[Stored data entries]
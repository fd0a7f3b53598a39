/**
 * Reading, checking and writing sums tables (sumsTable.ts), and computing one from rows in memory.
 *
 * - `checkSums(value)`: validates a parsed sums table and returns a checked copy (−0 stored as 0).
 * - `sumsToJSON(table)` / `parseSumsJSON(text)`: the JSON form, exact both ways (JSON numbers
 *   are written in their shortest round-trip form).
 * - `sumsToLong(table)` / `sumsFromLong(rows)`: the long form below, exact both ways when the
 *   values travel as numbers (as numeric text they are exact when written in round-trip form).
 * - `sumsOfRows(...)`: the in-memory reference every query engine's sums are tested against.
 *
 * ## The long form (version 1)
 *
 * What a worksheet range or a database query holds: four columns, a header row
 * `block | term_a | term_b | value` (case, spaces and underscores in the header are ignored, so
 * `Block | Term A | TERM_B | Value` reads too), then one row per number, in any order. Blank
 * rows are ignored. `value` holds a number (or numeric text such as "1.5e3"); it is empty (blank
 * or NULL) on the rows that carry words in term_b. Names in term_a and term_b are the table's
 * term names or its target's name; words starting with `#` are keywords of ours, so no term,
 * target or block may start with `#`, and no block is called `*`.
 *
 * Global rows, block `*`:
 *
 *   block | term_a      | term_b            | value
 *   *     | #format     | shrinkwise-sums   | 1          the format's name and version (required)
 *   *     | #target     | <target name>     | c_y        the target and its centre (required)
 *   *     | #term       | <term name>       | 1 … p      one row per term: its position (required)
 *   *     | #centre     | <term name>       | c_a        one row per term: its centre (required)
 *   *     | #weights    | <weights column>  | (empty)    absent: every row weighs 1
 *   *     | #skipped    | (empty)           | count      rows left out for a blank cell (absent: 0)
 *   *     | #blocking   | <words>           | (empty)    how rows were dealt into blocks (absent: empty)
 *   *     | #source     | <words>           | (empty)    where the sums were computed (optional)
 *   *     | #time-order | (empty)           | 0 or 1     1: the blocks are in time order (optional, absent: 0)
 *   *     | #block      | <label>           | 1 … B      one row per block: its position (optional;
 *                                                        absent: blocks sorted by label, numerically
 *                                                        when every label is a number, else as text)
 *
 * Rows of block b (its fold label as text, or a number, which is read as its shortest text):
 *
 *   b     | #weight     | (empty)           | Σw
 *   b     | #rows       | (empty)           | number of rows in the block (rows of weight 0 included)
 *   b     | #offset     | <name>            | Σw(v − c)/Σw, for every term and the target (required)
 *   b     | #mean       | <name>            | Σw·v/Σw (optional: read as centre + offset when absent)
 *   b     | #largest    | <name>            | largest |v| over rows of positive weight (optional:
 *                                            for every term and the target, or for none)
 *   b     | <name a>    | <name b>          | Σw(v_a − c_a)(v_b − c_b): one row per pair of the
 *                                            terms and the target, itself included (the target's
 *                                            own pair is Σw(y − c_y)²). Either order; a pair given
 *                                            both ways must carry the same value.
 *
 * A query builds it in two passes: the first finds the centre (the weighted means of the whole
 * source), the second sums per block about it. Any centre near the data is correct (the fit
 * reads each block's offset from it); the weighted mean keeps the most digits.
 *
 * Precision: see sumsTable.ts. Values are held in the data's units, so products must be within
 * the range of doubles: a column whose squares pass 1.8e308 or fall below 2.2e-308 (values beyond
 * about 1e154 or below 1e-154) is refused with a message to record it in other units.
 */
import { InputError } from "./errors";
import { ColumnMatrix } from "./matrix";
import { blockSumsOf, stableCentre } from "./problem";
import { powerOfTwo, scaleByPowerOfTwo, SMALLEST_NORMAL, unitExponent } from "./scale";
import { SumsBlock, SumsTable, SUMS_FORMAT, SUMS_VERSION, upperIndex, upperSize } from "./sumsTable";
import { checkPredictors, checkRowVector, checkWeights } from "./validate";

### ABOUT THIS EXERCISE
The full set of entries must be transcribed exactly.

### RESPONSE TO THE TASK
repository fd0a7f3b53598a39
/**
 * Reading, checking and writing sums tables (sumsTable.ts), and computing one from rows in memory.
 *
 * - `checkSums(value)`: validates a parsed sums table and returns a checked copy (−0 stored as 0).
 * - `sumsToJSON(table)` / `parseSumsJSON(text)`: the JSON form, exact both ways (JSON numbers
 *   are written in their shortest round-trip form).
 * - `sumsToLong(table)` / `sumsFromLong(rows)`: the long form below, exact both ways when the
 *   values travel as numbers (as numeric text they are exact when written in round-trip form).
 * - `sumsOfRows(...)`: the in-memory reference every query engine's sums are tested against.
 *
 * ## The long form (version 1)
 *
 * What a worksheet range or a database query holds: four columns, a header row
 * `block | term_a | term_b | value` (case, spaces and underscores in the header are ignored, so
 * `Block | Term A | TERM_B | Value` reads too), then one row per number, in any order. Blank
 * rows are ignored. `value` holds a number (or numeric text such as "1.5e3"); it is empty (blank
 * or NULL) on the rows that carry words in term_b. Names in term_a and term_b are the table's
 * term names or its target's name; words starting with `#` are keywords of ours, so no term,
 * target or block may start with `#`, and no block is called `*`.
 *
 * Global rows, block `*`:
 *
 *   block | term_a      | term_b            | value
 *   *     | #format     | shrinkwise-sums   | 1          the format's name and version (required)
 *   *     | #target     | <target name>     | c_y        the target and its centre (required)
 *   *     | #term       | <term name>       | 1 … p      one row per term: its position (required)
 *   *     | #centre     | <term name>       | c_a        one row per term: its centre (required)
 *   *     | #weights    | <weights column>  | (empty)    absent: every row weighs 1
 *   *     | #skipped    | (empty)           | count      rows left out for a blank cell (absent: 0)
 *   *     | #blocking   | <words>           | (empty)    how rows were dealt into blocks (absent: empty)
 *   *     | #source     | <words>           | (empty)    where the sums were computed (optional)
 *   *     | #time-order | (empty)           | 0 or 1     1: the blocks are in time order (optional, absent: 0)
 *   *     | #block      | <label>           | 1 … B      one row per block: its position (optional;
 *                                                        absent: blocks sorted by label, numerically
 *                                                        when every label is a number, else as text)
 *
 * Rows of block b (its fold label as text, or a number, which is read as its shortest text):
 *
 *   b     | #weight     | (empty)           | Σw
 *   b     | #rows       | (empty)           | number of rows in the block (rows of weight 0 included)
 *   b     | #offset     | <name>            | Σw(v − c)/Σw, for every term and the target (required)
 *   b     | #mean       | <name>            | Σw·v/Σw (optional: read as centre + offset when absent)
 *   b     | #largest    | <name>            | largest |v| over rows of positive weight (optional:
 *                                            for every term and the target, or for none)
 *   b     | <name a>    | <name b>          | Σw(v_a − c_a)(v_b − c_b): one row per pair of the
 *                                            terms and the target, itself included (the target's
 *                                            own pair is Σw(y − c_y)²). Either order; a pair given
 *                                            both ways must carry the same value.
 *
 * A query builds it in two passes: the first finds the centre (the weighted means of the whole
 * source), the second sums per block about it. Any centre near the data is correct (the fit
 * reads each block's offset from it); the weighted mean keeps the most digits.
 *
 * Precision: see sumsTable.ts. Values are held in the data's units, so products must be within
 * the range of doubles: a column whose squares pass 1.8e308 or fall below 2.2e-308 (values beyond
 * about 1e154 or below 1e-154) is refused with a message to record it in other units.
 */
import { InputError } from "./errors";
import { ColumnMatrix } from "./matrix";
import { blockSumsOf, stableCentre } from "./problem";
import { powerOfTwo, scaleByPowerOfTwo, SMALLEST_NORMAL, unitExponent } from "./scale";
import { SumsBlock, SumsTable, SUMS_FORMAT, SUMS_VERSION, upperIndex, upperSize } from "./sumsTable";
import { checkPredictors, checkRowVector, checkWeights } from "./validate";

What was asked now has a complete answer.